Les fermiers ont tout intérêt à respecter l'engagement de cultiver en bio contenu dans leur bail. La Cour de cassation vient de le rappeler à travers une décision du 6 février 2020, par laquelle elle rejette le pourvoi d'un couple d'agriculteurs normands qui contestait la résiliation du bail et son expulsion des parcelles qu'il louait.
Préjudice financier
L'affaire est la suivante. Le bail, signé en 2001, prévoyait que les terres devaient être cultivées « dans le cadre des contraintes agro-environnementales et selon des méthodes agrobiologiques ». Le propriétaire avait en effet engagé l'intégralité de la superficie de son exploitation en agriculture bio et obtenu une attestation d'engagement dans le bio, établie par l'organisme de contrôle Ecocert.
Or, le preneur n'avait pas respecté cet engagement et avait toujours exploité les parcelles de manière conventionnelle. Le propriétaire en avait subi un préjudice financier, puisqu'il avait dû restituer 4 378 euros d'aides du fait du non-respect de son contrat de conversion. Après une mise en demeure non satisfaite, ce dernier a saisi le tribunal paritaire des baux ruraux pour faire résilier le bail et expulser ses fermiers.
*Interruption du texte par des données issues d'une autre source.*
#include "drivers/results.hpp"

#include <hdf5.h>
#include <hdf5_hl.h>
#include <libdeflate.h>

#include <algorithm>
#include <cstring>

#include <filesystem>
#include <numeric>
#include <stdexcept>

#include <fmt/format.h>

#include "drivers/h5_append.hpp"
#include "drivers/output_file.hpp"
#include "solver/scratch.hpp"

namespace thermorph {
namespace {

void checkH5(long long status, const std::string& what) {
  if (status < 0) {
    const std::string reason = writeFailureReason();
    throw OutputError(fmt::format("HDF5: cannot {}{}", what, reason.empty() ? "" : ": " + reason));
  }
}

// One variable-length UTF-8 string type, one scalar dataspace and one compact-layout creation list for the whole
// process (HDF5 identifiers, released when the library closes at exit): making and closing them for each of a
// results file's ~140 attributes and ~60 deferred series was ~2.5 million instructions of a 100-node run. The
// objects they create are the same.
hid_t textType() {
  // Variable-length UTF-8: read back as text (str in h5py), not bytes.
  static const hid_t type = [] {
    hid_t t = H5Tcopy(H5T_C_S1);
    H5Tset_size(t, H5T_VARIABLE);
    H5Tset_cset(t, H5T_CSET_UTF8);
    return t;
  }();
  return type;
}

hid_t scalarSpace() {
  static const hid_t space = H5Screate(H5S_SCALAR);
  return space;
}

hid_t compactLayout() {
  static const hid_t plist = [] {
    hid_t p = H5Pcreate(H5P_DATASET_CREATE);
    H5Pset_layout(p, H5D_COMPACT);
    return p;
  }();
  return plist;
}

//! A scalar text attribute of `object`, replacing one of that name unless `fresh` (an object just created).
void writeStringAttribute(hid_t object, const std::string& name, const std::string& value, bool fresh = false) {
  if (!fresh && H5Aexists(object, name.c_str()) > 0) H5Adelete(object, name.c_str());
  hid_t attr = H5Acreate2(object, name.c_str(), textType(), scalarSpace(), H5P_DEFAULT, H5P_DEFAULT);
  checkH5(attr, "create attribute " + name);
  const char* text = value.c_str();
  H5Awrite(attr, textType(), &text);
  H5Aclose(attr);
}

//! A scalar numeric attribute of `object` (replaced when present unless `fresh`).
template <class T>
void writeScalarAttribute(hid_t object, const std::string& name, hid_t type, T value, bool fresh = false) {
  if (!fresh && H5Aexists(object, name.c_str()) > 0) H5Adelete(object, name.c_str());
  hid_t attr = H5Acreate2(object, name.c_str(), type, scalarSpace(), H5P_DEFAULT, H5P_DEFAULT);
  H5Awrite(attr, type, &value);
  H5Aclose(attr);
}

}  // namespace

ResultsFile::ResultsFile(std::string finalPath) : finalPath_(std::move(finalPath)) {
  std::filesystem::path p(finalPath_);
  std::filesystem::path dir = p.parent_path().empty() ? std::filesystem::path(".") : p.parent_path();
  if (!std::filesystem::is_directory(dir))
    throw std::runtime_error(fmt::format("output folder {} does not exist", dir.string()));
  temporary_ = std::make_unique<TemporaryFile>(finalPath_);  // a short name beside it (drivers/output_file.hpp)
  H5Eset_auto2(H5E_DEFAULT, nullptr, nullptr);
  file_ = H5Fcreate(temporary_->path().c_str(), H5F_ACC_TRUNC, H5P_DEFAULT, H5P_DEFAULT);
  checkH5(file_, "create " + temporary_->path() + " for " + finalPath_);
}

//! The compressed series' filters: HDF5's shuffle (byte k of every element together) and deflate at this level.
constexpr int deflateLevel = 1;
//! Values per chunk of a compressed series (64 KiB): time points of a field are gathered up to it.
constexpr std::uint64_t kChunkValues = 8192;
//! A field of more values than this per time point is written in chunks of part of a time point (32 KiB at most).
//! Measured on the radial peer case's 20 000-cell field (61 time points, libdeflate level 1): chunks of 4 000 values
//! took 40 ms of samples against 54 ms for one chunk per time point (160 KiB) with the same instructions (437 and
//! 447 million in a stand-alone test), chunks of 8192 values about halfway; the file 1.7 % larger.
constexpr std::uint64_t kSplitValues = 4096;

struct ResultsFile::ChunkCompressor {
  libdeflate_compressor* compressor = libdeflate_alloc_compressor(deflateLevel);
  ~ChunkCompressor() { libdeflate_free_compressor(compressor); }
};

ResultsFile::~ResultsFile() {
  close();  // the temporary file is removed by temporary_ unless committed
}

const std::string& ResultsFile::temporaryPath() const { return temporary_->path(); }

bool ResultsFile::close() {
  bool ok = true;
  for (Series& s : series_)
    if (s.dataset >= 0) ok = H5Dclose(s.dataset) >= 0 && ok;
  series_.clear();
  for (const auto& [path, group] : groups_) ok = H5Gclose(group) >= 0 && ok;
  groups_.clear();
  if (file_ >= 0) {
    // The handle is given up whatever H5Fclose returns: closing it again (the destructor after a failed
    // commit) crashed HDF5.
    const hid_t file = file_;
    file_ = -1;
    ok = H5Fclose(file) >= 0 && ok;
  }
  return ok;
}

long long ResultsFile::ensureGroup(const std::string& path) {
  // Create every missing group along `path`; return the deepest (caller closes). Groups made or opened here stay
  // open until the file is closed (one handle per group path): most datasets go into a group already used.
  if (auto it = groups_.find(path); it != groups_.end()) {
    H5Iinc_ref(it->second);
    return it->second;
  }
  std::string partial;
  hid_t group = H5Gopen2(file_, "/", H5P_DEFAULT);
  std::size_t start = 1;
  while (start <= path.size()) {
    std::size_t end = path.find('/', start);
    if (end == std::string::npos) end = path.size();
    std::string name = path.substr(start, end - start);
    if (!name.empty()) {
      hid_t next = H5Lexists(group, name.c_str(), H5P_DEFAULT) > 0
                       ? H5Gopen2(group, name.c_str(), H5P_DEFAULT)
                       : H5Gcreate2(group, name.c_str(), H5P_DEFAULT, H5P_DEFAULT, H5P_DEFAULT);
      checkH5(next, "create group " + path);
      H5Gclose(group);
      group = next;
    }
    start = end + 1;
  }
  if (group >= 0) {
    groups_.emplace(path, group);
    H5Iinc_ref(group);
  }
  return group;
}

static std::pair<std::string, std::string> splitPath(const std::string& path) {
  auto pos = path.find_last_of('/');
  return {pos == 0 ? "/" : path.substr(0, pos), path.substr(pos + 1)};
}

long long ResultsFile::openObject(const std::string& path) {
  // An existing group or dataset, else a new group.
  if (path == "/") return H5Oopen(file_, "/", H5P_DEFAULT);
  if (H5Lexists(file_, path.c_str(), H5P_DEFAULT) > 0) return H5Oopen(file_, path.c_str(), H5P_DEFAULT);
  hid_t group = ensureGroup(path);
  H5Gclose(group);
  return H5Oopen(file_, path.c_str(), H5P_DEFAULT);
}

void ResultsFile::writeArray(const std::string& path, std::span<const double> values,
                             const std::vector<std::uint64_t>& shape, const std::string& units,
                             const std::string& longName) {
  auto [parent, name] = splitPath(path);
  hid_t group = ensureGroup(parent);
  std::vector<hsize_t> dims(shape.begin(), shape.end());
  hid_t space = H5Screate_simple(static_cast<int>(dims.size()), dims.data(), nullptr);
  hid_t ds = H5Dcreate2(group, name.c_str(), H5T_NATIVE_DOUBLE, space, H5P_DEFAULT, H5P_DEFAULT, H5P_DEFAULT);
  checkH5(ds, "create " + path);
  checkH5(H5Dwrite(ds, H5T_NATIVE_DOUBLE, H5S_ALL, H5S_ALL, H5P_DEFAULT, values.data()), "write " + path);
  writeStringAttribute(ds, "units", units, true);
  if (!longName.empty()) writeStringAttribute(ds, "long_name", longName, true);
  H5Dclose(ds);
  H5Sclose(space);
  H5Gclose(group);
}

void ResultsFile::writeIntArray(const std::string& path, std::span<const int> values, const std::string& units) {
  auto [parent, name] = splitPath(path);
  hid_t group = ensureGroup(parent);
  hsize_t dims = values.size();
  hid_t space = H5Screate_simple(1, &dims, nullptr);
  hid_t ds = H5Dcreate2(group, name.c_str(), H5T_NATIVE_INT, space, H5P_DEFAULT, H5P_DEFAULT, H5P_DEFAULT);
  checkH5(ds, "create " + path);
  H5Dwrite(ds, H5T_NATIVE_INT, H5S_ALL, H5S_ALL, H5P_DEFAULT, values.data());
  writeStringAttribute(ds, "units", units, true);
  H5Dclose(ds);
  H5Sclose(space);
  H5Gclose(group);
}

void ResultsFile::writeStringArray(const std::string& path, const std::vector<std::string>& values) {
  auto [parent, name] = splitPath(path);
  hid_t group = ensureGroup(parent);
  hid_t type = H5Tcopy(H5T_C_S1);
  H5Tset_size(type, H5T_VARIABLE);
  H5Tset_cset(type, H5T_CSET_UTF8);
  hsize_t n = values.size();
  hid_t space = H5Screate_simple(1, &n, nullptr);
  std::vector<const char*> pointers;
  for (const std::string& v : values) pointers.push_back(v.c_str());
  hid_t ds = H5Dcreate2(group, name.c_str(), type, space, H5P_DEFAULT, H5P_DEFAULT, H5P_DEFAULT);
  checkH5(ds, "create " + path);
  if (!values.empty()) checkH5(H5Dwrite(ds, type, H5S_ALL, H5S_ALL, H5P_DEFAULT, pointers.data()), "write " + path);
  H5Dclose(ds);
  H5Sclose(space);
  H5Tclose(type);
  H5Gclose(group);
}

void ResultsFile::writeStringArrayAttribute(const std::string& object, const std::string& name,
                                            const std::vector<std::string>& values) {
  hid_t obj = H5Oopen(file_, object.c_str(), H5P_DEFAULT);
  checkH5(obj, "open " + object);
  hid_t type = H5Tcopy(H5T_C_S1);
  H5Tset_size(type, H5T_VARIABLE);
  H5Tset_cset(type, H5T_CSET_UTF8);
  hsize_t n = values.size();
  hid_t space = H5Screate_simple(1, &n, nullptr);
  std::vector<const char*> pointers;
  for (const std::string& v : values) pointers.push_back(v.c_str());
  hid_t attr = H5Acreate2(obj, name.c_str(), type, space, H5P_DEFAULT, H5P_DEFAULT);
  if (!values.empty()) H5Awrite(attr, type, pointers.data());
  H5Aclose(attr);
  H5Sclose(space);
  H5Tclose(type);
  H5Oclose(obj);
}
La cour d'appel de Caen, statuant de nouveau sur l'affaire, a prononcé la résiliation et ordonné l'expulsion des fermiers des parcelles louées dans un délai de deux mois et sous astreinte de 50 euros par jour de retard, passé ce délai.
Les clauses environnementales parfaitement légales
Ces derniers se sont alors pourvus en cassation en invoquant plusieurs moyens. Ils ont notamment fait valoir que la liberté du preneur dans le choix du mode d'exploitation primait en matière de baux ruraux et que le propriétaire ne pouvait imposer des clauses environnementales à la date où le bail avait été conclu.
La Cour de cassation rejette ce moyen. Il résulte de l'article L. 411-27 du code rural, dans sa rédaction applicable en 2001, que le bail peut être résilié si le fermier « emploie la chose louée à un autre usage que celui auquel elle a été destinée ». « Une clause prévoyant des méthodes de culture respectueuses de l'environnement n'est pas contraire à l'ordre public statutaire », juge la Cour. Or, en exploitant délibérément les terres de façon conventionnelle en méconnaissance de leur nature dédiée aux pratiques agrobiologiques, les fermiers ont manqué à leurs obligations, confirme l'arrêt.
Exploitation compromise et préjudice du bailleur
Les fermiers ont également fait valoir que le bailleur ne pouvait résilier le bail que s'il justifiait de l'un des motifs inscrits à l'article L. 411-31 du code rural. Selon eux, les juges d'appel auraient donc dû rechercher si le fait de pratiquer une agriculture conventionnelle « insusceptible de compromettre la bonne exploitation du fond » n'était pas exclue des cas de résiliation autorisés.
La Haute juridiction juge le moyen infondé, la cour d'appel ayant effectivement procédé à cette recherche pour souverainement en déduire que la résiliation devait être prononcée. Celle-ci avait en effet constaté que « le fonds était affecté à la production biologique, retenu que sa bonne exploitation était compromise par l'application de méthodes polluantes, contraires au classement des terres, et caractérisé le préjudice subi par le bailleur du fait des sanctions administratives engendrées par la non-conformité de ses parcelles à l'opération de conversion à l'agriculture biologique dans laquelle elles avaient été déclarées en totalité ».
Le respect des clauses environnementales d'un bail rural n'est donc pas une option. Une bonne nouvelle pour l'environnement, mais aussi pour les propriétaires bailleurs qui ont subi un préjudice du fait d'une violation du bail par leur fermier.